• Collected data
####

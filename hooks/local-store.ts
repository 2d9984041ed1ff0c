/** What this browser keeps for one person on one desk. Reading never trusts what it finds. */
import type { z } from 'zod';

export const storeKey = (noun: string, userId: string, deskId: string): string =>
  `driftless.${noun}.${userId}.${deskId}`;

export function readStored<S extends z.ZodType>(key: string, schema: S): z.output<S> | null {
  const text = storageOr(() => localStorage.getItem(key), null);
  if (text === null) return null;
  try {
    const parsed = schema.safeParse(JSON.parse(text));
    return parsed.success ? parsed.data : null;
  } catch (error) {
    if (error instanceof SyntaxError) return null;
    throw error;
  }
}

/** False where the browser keeps nothing: storage is full, or refused by its settings. */
export const writeStored = (key: string, value: unknown): boolean =>
  storageOr(() => {
    localStorage.setItem(key, JSON.stringify(value));
    return true;
  }, false);

function storageOr<T>(attempt: () => T, otherwise: T): T {
  try {
    return attempt();
  } catch (error) {
    if (error instanceof DOMException) return otherwise;
    throw error;
  }
}
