/**
 * Kills the worker, the server or PostgreSQL itself (SIGKILL) at random moments of a run, each time
 * in the middle of a chunk, and compares what is left in the end with a run that was left alone:
 *
 *   npx tsx tests/kill/runs.ts [kills] [trades]
 *
 * on a cluster of its own, which keeps what it has committed.
 */
import fs from 'node:fs';
import os from 'node:os';
import path from 'node:path';
import { startCluster } from '@/scripts/lib/cluster';
import { main, onStop } from '@/scripts/lib/lifecycle';
import { probePort } from '@/scripts/lib/ports';

const [kills = 20, trades = 400] = process.argv.slice(2).map(Number);

void main(async () => {
  const folder = fs.mkdtempSync(path.join(os.tmpdir(), 'driftless-kill-'));
  onStop(() => fs.rmSync(folder, { recursive: true, force: true }));
  const port = await probePort(0);
  const startDatabase = () => startCluster(folder, { port });
  const { appUrl, ownerUrl } = await startDatabase();
  Object.assign(process.env, { DATABASE_URL: appUrl, DATABASE_OWNER_URL: ownerUrl });
  // Loaded late: the server reads its environment as it loads.
  const { killRuns } = await import('./scenario');
  return killRuns({ kills, trades, folder, startDatabase });
});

####

• EXERCISE PROMPT
For this task, write out exactly the lines of the entries above, starting at the line with "function storageOr<T>(attempt: ()" and ending at the line with "run, each time", both included, and no others.

• EXERCISE RESULT
function storageOr<T>(attempt: () => T, otherwise: T): T {
  try {
    return attempt();
  } catch (error) {
    if (error instanceof DOMException) return otherwise;
    throw error;
  }
}
/**
 * Kills the worker, the server or PostgreSQL itself (SIGKILL) at random moments of a run, each time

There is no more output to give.